[Saved data entries]

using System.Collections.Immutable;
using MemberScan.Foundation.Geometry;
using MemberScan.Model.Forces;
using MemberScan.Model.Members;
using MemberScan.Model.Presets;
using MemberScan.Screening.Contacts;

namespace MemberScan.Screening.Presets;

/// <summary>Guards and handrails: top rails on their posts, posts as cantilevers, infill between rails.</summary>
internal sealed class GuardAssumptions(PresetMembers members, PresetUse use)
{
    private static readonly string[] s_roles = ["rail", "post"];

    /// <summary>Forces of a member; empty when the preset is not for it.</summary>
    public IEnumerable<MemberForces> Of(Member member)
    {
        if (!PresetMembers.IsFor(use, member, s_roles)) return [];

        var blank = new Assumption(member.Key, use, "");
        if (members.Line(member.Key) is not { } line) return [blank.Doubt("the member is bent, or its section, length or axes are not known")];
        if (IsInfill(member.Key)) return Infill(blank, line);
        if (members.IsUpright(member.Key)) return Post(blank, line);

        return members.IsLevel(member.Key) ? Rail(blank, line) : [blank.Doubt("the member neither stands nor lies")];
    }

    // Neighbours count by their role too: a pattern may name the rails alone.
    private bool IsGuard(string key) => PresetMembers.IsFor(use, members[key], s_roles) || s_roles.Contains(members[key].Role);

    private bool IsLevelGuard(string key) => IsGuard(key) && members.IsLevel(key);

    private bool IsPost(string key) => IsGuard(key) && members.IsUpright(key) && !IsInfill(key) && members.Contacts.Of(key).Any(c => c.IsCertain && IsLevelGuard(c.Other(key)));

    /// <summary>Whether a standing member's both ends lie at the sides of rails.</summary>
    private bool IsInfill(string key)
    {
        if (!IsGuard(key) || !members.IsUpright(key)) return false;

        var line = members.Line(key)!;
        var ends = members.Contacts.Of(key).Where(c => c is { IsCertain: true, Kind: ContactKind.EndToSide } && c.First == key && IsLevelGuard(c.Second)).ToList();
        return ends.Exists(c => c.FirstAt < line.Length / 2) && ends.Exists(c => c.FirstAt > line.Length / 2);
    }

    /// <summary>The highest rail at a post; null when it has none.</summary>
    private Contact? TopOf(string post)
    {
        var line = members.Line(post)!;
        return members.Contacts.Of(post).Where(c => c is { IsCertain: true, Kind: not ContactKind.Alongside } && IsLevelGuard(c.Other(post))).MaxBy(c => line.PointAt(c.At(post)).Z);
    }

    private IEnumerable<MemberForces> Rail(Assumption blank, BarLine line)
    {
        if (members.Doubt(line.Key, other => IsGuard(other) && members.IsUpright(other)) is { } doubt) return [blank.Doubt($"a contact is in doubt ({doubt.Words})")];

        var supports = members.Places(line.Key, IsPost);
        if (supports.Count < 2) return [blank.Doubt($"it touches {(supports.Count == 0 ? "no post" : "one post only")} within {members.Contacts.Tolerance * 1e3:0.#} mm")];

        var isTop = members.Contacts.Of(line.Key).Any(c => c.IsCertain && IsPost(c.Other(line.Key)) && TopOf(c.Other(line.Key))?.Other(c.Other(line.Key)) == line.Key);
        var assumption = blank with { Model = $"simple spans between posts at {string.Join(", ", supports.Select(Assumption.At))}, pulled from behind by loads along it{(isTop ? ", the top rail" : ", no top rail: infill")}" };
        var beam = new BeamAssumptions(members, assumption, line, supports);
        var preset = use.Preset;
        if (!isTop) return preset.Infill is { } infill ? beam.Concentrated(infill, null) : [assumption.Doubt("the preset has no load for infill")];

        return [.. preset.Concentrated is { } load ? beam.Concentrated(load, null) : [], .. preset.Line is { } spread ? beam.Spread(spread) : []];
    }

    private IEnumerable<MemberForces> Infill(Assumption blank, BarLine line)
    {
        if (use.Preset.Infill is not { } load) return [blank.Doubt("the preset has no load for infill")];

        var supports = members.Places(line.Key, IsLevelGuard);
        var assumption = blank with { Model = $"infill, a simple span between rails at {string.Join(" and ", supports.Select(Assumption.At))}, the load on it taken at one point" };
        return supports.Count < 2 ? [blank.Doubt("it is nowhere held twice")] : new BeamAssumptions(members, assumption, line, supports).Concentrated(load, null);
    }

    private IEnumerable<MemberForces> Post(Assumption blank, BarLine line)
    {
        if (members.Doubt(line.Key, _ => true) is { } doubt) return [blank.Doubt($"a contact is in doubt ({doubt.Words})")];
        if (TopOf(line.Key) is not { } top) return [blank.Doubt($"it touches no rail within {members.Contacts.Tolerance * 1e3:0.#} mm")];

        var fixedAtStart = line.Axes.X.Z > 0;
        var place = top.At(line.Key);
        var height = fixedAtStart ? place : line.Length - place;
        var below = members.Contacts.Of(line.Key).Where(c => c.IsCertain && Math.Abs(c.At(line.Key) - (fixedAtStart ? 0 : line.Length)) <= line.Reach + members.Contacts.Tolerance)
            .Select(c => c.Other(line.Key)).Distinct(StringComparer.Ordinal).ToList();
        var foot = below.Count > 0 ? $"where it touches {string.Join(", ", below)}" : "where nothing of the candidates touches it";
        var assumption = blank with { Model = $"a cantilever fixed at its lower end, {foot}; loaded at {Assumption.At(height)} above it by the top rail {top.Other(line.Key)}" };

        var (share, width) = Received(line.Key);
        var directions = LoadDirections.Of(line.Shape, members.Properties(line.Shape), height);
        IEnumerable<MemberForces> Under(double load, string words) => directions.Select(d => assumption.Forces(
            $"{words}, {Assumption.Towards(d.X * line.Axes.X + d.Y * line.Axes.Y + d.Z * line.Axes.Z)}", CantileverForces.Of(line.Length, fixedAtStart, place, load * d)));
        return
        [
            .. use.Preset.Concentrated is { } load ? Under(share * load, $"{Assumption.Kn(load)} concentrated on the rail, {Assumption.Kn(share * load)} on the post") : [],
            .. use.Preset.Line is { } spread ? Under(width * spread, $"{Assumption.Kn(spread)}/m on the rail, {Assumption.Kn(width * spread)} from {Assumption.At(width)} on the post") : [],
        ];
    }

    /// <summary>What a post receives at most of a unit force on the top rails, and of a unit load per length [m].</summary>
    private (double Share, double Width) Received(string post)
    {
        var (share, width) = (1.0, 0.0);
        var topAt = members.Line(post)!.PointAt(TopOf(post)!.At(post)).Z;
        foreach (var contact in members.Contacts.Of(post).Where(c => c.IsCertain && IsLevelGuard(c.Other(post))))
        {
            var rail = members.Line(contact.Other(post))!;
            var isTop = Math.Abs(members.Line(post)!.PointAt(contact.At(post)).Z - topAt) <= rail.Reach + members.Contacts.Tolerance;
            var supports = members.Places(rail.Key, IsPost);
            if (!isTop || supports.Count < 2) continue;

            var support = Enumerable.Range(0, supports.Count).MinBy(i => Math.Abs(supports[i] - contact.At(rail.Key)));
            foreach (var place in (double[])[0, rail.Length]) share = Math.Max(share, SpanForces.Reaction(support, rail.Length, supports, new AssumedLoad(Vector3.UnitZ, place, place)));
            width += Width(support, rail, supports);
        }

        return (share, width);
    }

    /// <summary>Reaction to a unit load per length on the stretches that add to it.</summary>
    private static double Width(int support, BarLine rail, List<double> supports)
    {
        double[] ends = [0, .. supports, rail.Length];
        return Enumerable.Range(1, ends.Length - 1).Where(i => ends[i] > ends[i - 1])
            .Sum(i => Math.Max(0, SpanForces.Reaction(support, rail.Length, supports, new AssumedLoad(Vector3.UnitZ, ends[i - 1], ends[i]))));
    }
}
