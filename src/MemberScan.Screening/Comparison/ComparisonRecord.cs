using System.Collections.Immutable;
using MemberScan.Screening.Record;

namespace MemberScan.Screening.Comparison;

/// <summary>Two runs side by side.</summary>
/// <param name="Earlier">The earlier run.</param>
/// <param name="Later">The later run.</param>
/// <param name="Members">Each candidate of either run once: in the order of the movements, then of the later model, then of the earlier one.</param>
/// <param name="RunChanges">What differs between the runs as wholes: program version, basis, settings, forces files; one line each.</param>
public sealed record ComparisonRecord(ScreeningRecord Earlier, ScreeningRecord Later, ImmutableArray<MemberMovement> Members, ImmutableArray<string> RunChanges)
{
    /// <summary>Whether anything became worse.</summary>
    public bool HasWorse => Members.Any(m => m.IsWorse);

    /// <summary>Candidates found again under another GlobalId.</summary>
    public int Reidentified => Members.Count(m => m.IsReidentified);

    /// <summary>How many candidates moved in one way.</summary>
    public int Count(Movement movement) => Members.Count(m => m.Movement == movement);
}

* **Your instructions**
Could you restate, word for word, the lines above from the one with "return (share, width);" to the one with "namespace MemberScan.Screening.Comparison;", both included?

* **Task response**
        return (share, width);
    }

    /// <summary>Reaction to a unit load per length on the stretches that add to it.</summary>
    private static double Width(int support, BarLine rail, List<double> supports)
    {
        double[] ends = [0, .. supports, rail.Length];
        return Enumerable.Range(1, ends.Length - 1).Where(i => ends[i] > ends[i - 1])
            .Sum(i => Math.Max(0, SpanForces.Reaction(support, rail.Length, supports, new AssumedLoad(Vector3.UnitZ, ends[i - 1], ends[i]))));
    }
}
filename src/MemberScan.Screening/Comparison/ComparisonRecord.cs
using System.Collections.Immutable;
using MemberScan.Screening.Record;

namespace MemberScan.Screening.Comparison;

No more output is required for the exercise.